The density of a \(1.00-\mathrm{m}\) long rod can be described by the linear density function \(\lambda(x)=\) \(100 \cdot \mathrm{g} / \mathrm{m}+10.0 x \mathrm{~g} / \mathrm{m}^{2}\) One end of the rod is positioned at \(x=0\) and the other at \(x=1.00 \mathrm{~m} .\) Determine (a) the total mass of the rod, and (b) the center-of-mass coordinate.

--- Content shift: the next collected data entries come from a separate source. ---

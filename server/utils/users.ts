import { eq } from 'drizzle-orm'
import type { H3Event } from 'h3'
import type { Db } from './db'

export type UserRow = typeof schema.users.$inferSelect

export async function findUserByEmail(db: Db, email: string) {
  return db.query.users.findFirst({ where: eq(schema.users.email, email) })
}

/** Starts a session for the user; the cookie carries public fields only. */
export async function signIn(event: H3Event, user: UserRow) {
  await replaceUserSession(event, { user: { id: user.id, email: user.email, name: user.name }, loggedInAt: Date.now() })
  return { id: user.id, email: user.email, name: user.name }
}
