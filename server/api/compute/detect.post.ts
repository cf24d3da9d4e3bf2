// Adatom detection on a grid sent as JSON (contract in DESIGN.md §4).
export default defineEventHandler(async (event) => {
  await requireUserId(event)
  const result = await runCompute<{ marks: unknown[] }>({ kind: 'detect', input: await readJson(event) })
  return { marks: result.marks }
})
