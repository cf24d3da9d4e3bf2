// Adatom detection on a grid sent as JSON (contract in the README's API section).
export default defineEventHandler(async (event) => {
  await requireUserId(event)
  const result = await runCompute<{ marks: unknown[] }>({ kind: 'detect', input: await readJson(event) })
  return { marks: result.marks }
})
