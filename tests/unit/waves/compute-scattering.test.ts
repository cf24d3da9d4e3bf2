import { describe, expect, it } from 'vitest'
import { computeScattering } from '../../../shared/waves/compute-scattering'
import { BLACK_DOT, ScatteringAtEnergy, waveNumber } from '../../../shared/waves/scattering'
import { isInputError } from '../../../shared/errors'
import { SURFACE_STATE_PRESETS, findPreset } from '../../../shared/waves/presets'

const base = { E0_eV: -0.44, m_eff: 0.38 }

function field(fn: () => unknown): string {
  try {
    fn()
  }
  catch (e) {
    if (isInputError(e)) return e.field
    throw e
  }
  return '(no error)'
}

describe('computeScattering', () => {
  const pair: [number, number][] = [[0, 0], [1.5, 0]]

  it('returns a spectrum at `point` and a map at bias_V, in units of ρ∞', () => {
    const out = computeScattering({ ...base, scatterers: pair, point: [0.7, 0.3], spectrum_points: 11, spectrum_range_eV: [-0.4, 0], bias_V: -0.2, map_px: 8 })
    expect(out.spectrum!.E_eV).toHaveLength(11)
    expect(out.map!.ldos).toHaveLength(64)
    expect(out.amplitude).toEqual([-0.5, 0])
    // default extent: bounding square of the scatterers + 2 nm on each side
    expect(out.map!.extent_nm).toEqual([-2, 3.5, -2.75, 2.75])
    const sys = new ScatteringAtEnergy(Float64Array.from([0, 0, 1.5, 0]), waveNumber(-0.2, 0, -0.44, 0.38), BLACK_DOT)
    expect(out.spectrum!.ldos[5]).toBeCloseTo(sys.ldosRatio(0.7, 0.3), 12)
    expect(out.rho0_per_eV_nm2).toBeCloseTo(0.38 / (2 * Math.PI * 2 * 0.0380998), 5)
  })

  it('uses the phase shift when given: δ0 = π/2 is the hard elastic scatterer (amplitude −1)', () => {
    const out = computeScattering({ ...base, scatterers: pair, point: [0, 1], delta0: [Math.PI / 2, 0] })
    expect(out.amplitude[0]).toBeCloseTo(-1, 14)
  })

  it('warns for a bias outside the preset range and below the band bottom without broadening', () => {
    const out = computeScattering({ ...base, scatterers: pair, bias_V: -0.6, map_px: 4, preset: 'Cu(111)-tunnelling' })
    expect(out.warnings.some(w => w.includes('outside'))).toBe(true)
    expect(out.warnings.some(w => w.includes('band bottom'))).toBe(true)
    expect(out.map!.ldos.every(v => v === 0)).toBe(true)
  })

  it('rejects bad input naming the field', () => {
    expect(field(() => computeScattering({ ...base, scatterers: [[0, 0], [1, 1], [1.03, 1]], point: [0, 0] }))).toBe('scatterers[2]')
    expect(field(() => computeScattering({ ...base, scatterers: pair }))).toBe('point')
    expect(field(() => computeScattering({ ...base, scatterers: [[0, Number.NaN]], point: [0, 0] }))).toBe('scatterers[0]')
    expect(field(() => computeScattering({ ...base, scatterers: pair, point: [0, 0], broadening_eV: 0 }))).toBe('broadening_eV')
    expect(field(() => computeScattering({ ...base, scatterers: pair, point: [0, 0], delta0: [0.5, -0.1] }))).toBe('delta0')
    expect(field(() => computeScattering({ ...base, scatterers: pair, bias_V: 0, map_px: 600 }))).toBe('map_px')
    expect(field(() => computeScattering({ ...base, m_eff: -1, scatterers: pair, point: [0, 0] }))).toBe('m_eff')
    const many = Array.from({ length: 400 }, (_, i) => [i % 20, Math.floor(i / 20)] as [number, number])
    expect(field(() => computeScattering({ ...base, scatterers: many, bias_V: 0, map_px: 512 }))).toBe('map_px')
    expect(field(() => computeScattering({ ...base, scatterers: [...many, [30, 30]], point: [0, 0] }))).toBe('scatterers')
  })
})

describe('surface-state presets (published values with their sources)', () => {
  it('carry the published values with sources', () => {
    // Crommie, Lutz, Eigler 1993 (tunnelling, from memory); Reinert et al. PRB 63, 115415 (2001)
    expect(findPreset('Cu(111)-tunnelling')).toMatchObject({ E0_eV: -0.44, m_eff: 0.38 })
    expect(findPreset('Cu(111)-photoemission')).toMatchObject({ E0_eV: -0.435, m_eff: 0.412 })
    expect(findPreset('Ag(111)-photoemission')).toMatchObject({ E0_eV: -0.063, m_eff: 0.397 })
    expect(findPreset('Ag(111)-tunnelling')).toMatchObject({ E0_eV: -0.065, m_eff: 0.40 })
    expect(findPreset('Au(111)-photoemission')).toMatchObject({ E0_eV: -0.487, m_eff: 0.255 })
    expect(findPreset('Au(111)-photoemission')!.note).toMatch(/spin–orbit/)
    for (const p of SURFACE_STATE_PRESETS) {
      expect(p.source.length).toBeGreaterThan(10)
      expect(p.bias_range_V[0]).toBeLessThan(p.E0_eV)
      expect(p.bias_range_V[1]).toBeGreaterThan(0)
    }
  })
})
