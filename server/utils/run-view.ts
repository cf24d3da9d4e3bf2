import { eq } from 'drizzle-orm'
import { forecastMoves } from '#shared/logbook'
import type { Db } from './db'
import type { LoadedRun } from './runs'

// What GET /api/runs/:runId answers: the run, the route being followed with its frame, every
// logbook entry with its author, the derived state, the plan's history and a forecast from the
// lab's success rates.

export async function runView(db: Db, loaded: LoadedRun, role: string) {
  const { run, routes, snaps, entries, state } = loaded
  const current = routes.get(run.current_route_id)!
  const snap = snaps.get(current.id)!
  const result = routeResult(current)
  const input = routeInput(current)
  const [blueprint, scan, build] = await Promise.all([
    db.query.blueprints.findFirst({ where: eq(schema.blueprints.id, current.blueprint_id) }),
    current.scan_id ? db.query.scans.findFirst({ where: eq(schema.scans.id, current.scan_id) }) : undefined,
    run.build_id ? db.query.builds.findFirst({ where: eq(schema.builds.id, run.build_id) }) : undefined,
  ])
  const sample = blueprint ? await db.query.samples.findFirst({ where: eq(schema.samples.id, blueprint.sample_id) }) : undefined
  const names = await userNames(db, [run.started_by, ...(run.closed_by ? [run.closed_by] : []), ...entries.map(e => e.author_id), ...[...routes.values()].map(r => r.created_by)])
  const checks = await runChecks(db, run.id)
  const perMove = result.time?.per_move_s ?? []
  const done = new Set(state.done_moves)
  const remaining = snap.moves.map((m, i) => ({ i, length_nm: m.length_nm, estimate_s: perMove[i] ?? m.estimate_s ?? 0 }))
    .filter(m => !done.has(m.i))
  const rates = await labRates(db, run.lab_id, sample?.id)
  return {
    role,
    run: { ...run, started_by_name: names.get(run.started_by) ?? '', closed_by_name: run.closed_by ? names.get(run.closed_by) ?? '' : null },
    build: build ? { id: build.id, name: build.name } : null,
    sample: sample ? { id: sample.id, name: sample.name, surface: sample.surface, adsorbate: sample.adsorbate, temperature_K: sample.temperature_K } : null,
    blueprint: blueprint ? { id: blueprint.id, name: blueprint.name, version: blueprint.version, site_count: blueprint.site_count } : null,
    frame: scan ? { scan_id: scan.id, filename: scan.filename, size_x_nm: scan.size_x_nm, size_y_nm: scan.size_y_nm, offset_x_nm: scan.offset_x_nm, offset_y_nm: scan.offset_y_nm, rotation_deg: scan.rotation_deg } : null,
    route: {
      id: current.id, parent_id: current.parent_id, created_at: current.created_at,
      moves: snap.moves.map((m, i) => ({ atom: m.atom, atom_id: snap.atom_ids[m.atom] ?? m.atom, site: m.site, path: m.path, length_nm: m.length_nm, kind: m.kind ?? 'direct', estimate_s: perMove[i] ?? null })),
      sites: snap.sites, atoms: snap.atoms, atom_ids: snap.atom_ids, lattice: input.lattice ?? null,
      unfilled_sites: result.unfilled_sites ?? [], warnings: result.warnings ?? [], total_length_nm: current.total_length_nm,
      time_s: result.time?.total_s ?? null,
    },
    entries: entries.map(e => ({ ...e, author: names.get(e.author_id) ?? '', superseded_by: state.superseded_by[e.id] ?? null })),
    state,
    history: state.chain.map((id) => {
      const r = routes.get(id)!
      const meta = routeMeta(r)
      return { id, parent_id: r.parent_id, created_at: r.created_at, source: meta.source ?? 'plan', reason: meta.reason ?? null, base_seq: meta.run_id === run.id ? meta.base_seq ?? 0 : 0, scan_id: r.scan_id, move_count: r.move_count, total_length_nm: r.total_length_nm, created_by: names.get(r.created_by) ?? '' }
    }),
    checks: checks.map(c => ({ id: c.id, scan_id: c.scan_id, blueprint_id: c.blueprint_id, fidelity: c.fidelity, rms_nm: c.rms_nm, tolerance_nm: c.tolerance_nm, created_at: c.created_at })),
    forecast: forecastMoves(remaining, rates),
    rates: { attempts: rates.attempts, placed: rates.placed, rate: rates.rate, enough: rates.enough, min_attempts: rates.min_attempts },
  }
}
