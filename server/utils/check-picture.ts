import { PNG } from 'pngjs'
import { percentileRange } from '#shared/scan/contrast'
import { levelLinesMedianDiff, subtractPlane } from '#shared/scan/level'
import { renderRGBA } from '#shared/scan/render'
import type { ScanRow } from './scans'

// A server-drawn overlay picture of an as-built check (for the night summary when the client did
// not send its own): the after-scan, plane- and line-levelled, in grey, enlarged to about 640 px,
// with a ring per blueprint site coloured by its status and a dot per found atom.

type Pt = [number, number]
interface CheckResult { sites: Pt[], found: Pt[], site_status: string[], extra: number[], off_site: { site: number, found: number }[] }

const COLOURS: Record<string, [number, number, number]> = { 'placed': [94, 196, 140], 'off-site': [232, 190, 80], 'missing': [236, 104, 98], 'extra': [112, 176, 232] }

function plot(img: PNG, x: number, y: number, c: [number, number, number]) {
  const xi = Math.round(x), yi = Math.round(y)
  if (xi < 0 || yi < 0 || xi >= img.width || yi >= img.height) return
  const k = (yi * img.width + xi) * 4
  img.data[k] = c[0]
  img.data[k + 1] = c[1]
  img.data[k + 2] = c[2]
  img.data[k + 3] = 255
}

function ring(img: PNG, cx: number, cy: number, r: number, c: [number, number, number], fill = false) {
  for (let dy = -Math.ceil(r) - 1; dy <= Math.ceil(r) + 1; dy++) {
    for (let dx = -Math.ceil(r) - 1; dx <= Math.ceil(r) + 1; dx++) {
      const d = Math.hypot(dx, dy)
      if (fill ? d <= r : Math.abs(d - r) <= 0.9) plot(img, cx + dx, cy + dy, c)
    }
  }
}

function line(img: PNG, a: Pt, b: Pt, c: [number, number, number]) {
  const n = Math.ceil(Math.hypot(b[0] - a[0], b[1] - a[1]))
  for (let i = 0; i <= n; i++) plot(img, a[0] + ((b[0] - a[0]) * i) / Math.max(1, n), a[1] + ((b[1] - a[1]) * i) / Math.max(1, n), c)
}

export async function drawCheckPng(scan: ScanRow, check: CheckResult): Promise<Buffer> {
  const grid = levelLinesMedianDiff(subtractPlane(await loadGrid(scan)).grid).grid
  const { lo, hi } = percentileRange(grid.data, 0.5, 99.5)
  const rgba = renderRGBA(grid, { lo, hi: hi > lo ? hi : lo + 1e-6 })
  // Whole-pixel enlargement to about 640 px (small scans), never a reduction.
  const k = Math.max(1, Math.round(640 / Math.max(grid.width, grid.height)))
  const img = new PNG({ width: grid.width * k, height: grid.height * k })
  for (let y = 0; y < img.height; y++) {
    for (let x = 0; x < img.width; x++) {
      const s = ((Math.floor(y / k) * grid.width) + Math.floor(x / k)) * 4, d = (y * img.width + x) * 4
      for (let c = 0; c < 4; c++) img.data[d + c] = rgba[s + c]!
    }
  }
  const px = (p: Pt): Pt => [(p[0] / scan.size_x_nm) * img.width, (p[1] / scan.size_y_nm) * img.height]
  const r = Math.max(3, Math.min(12, (0.25 / scan.size_x_nm) * img.width))
  for (const o of check.off_site) line(img, px(check.sites[o.site]!), px(check.found[o.found]!), COLOURS['off-site']!)
  check.sites.forEach((s, i) => ring(img, ...px(s), r, COLOURS[check.site_status[i] ?? 'missing'] ?? COLOURS.missing!))
  for (const f of check.found) ring(img, ...px(f), Math.max(1.5, r / 4), [255, 255, 255], true)
  for (const j of check.extra) ring(img, ...px(check.found[j]!), r * 0.7, COLOURS.extra!)
  return PNG.sync.write(img)
}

To find the total mass of the rod, we must integrate the linear density function λ(x) over the length of the rod, from x=0 to x=1 m. The total mass m can be calculated by integrating the function: $$m = \int_{0}^{1} \lambda(x)dx$$ Now, plug in the given linear density function λ(x) = 100g/m + 10.0x(g/m²): $$m = \int_{0}^{1} (100 + 10x)dx$$

Integrate the function with respect to x: $$m = \left[100x + \frac{10x^2}{2}\right]_{0}^{1}$$ Evaluate the integral at the limits: $$m = (100(1) + \frac{10(1)^2}{2}) - (100(0) + \frac{10(0)^2}{2})$$ $$m = 100 + 5 = 105 \mathrm{~g}$$ The total mass of the rod is 105 g.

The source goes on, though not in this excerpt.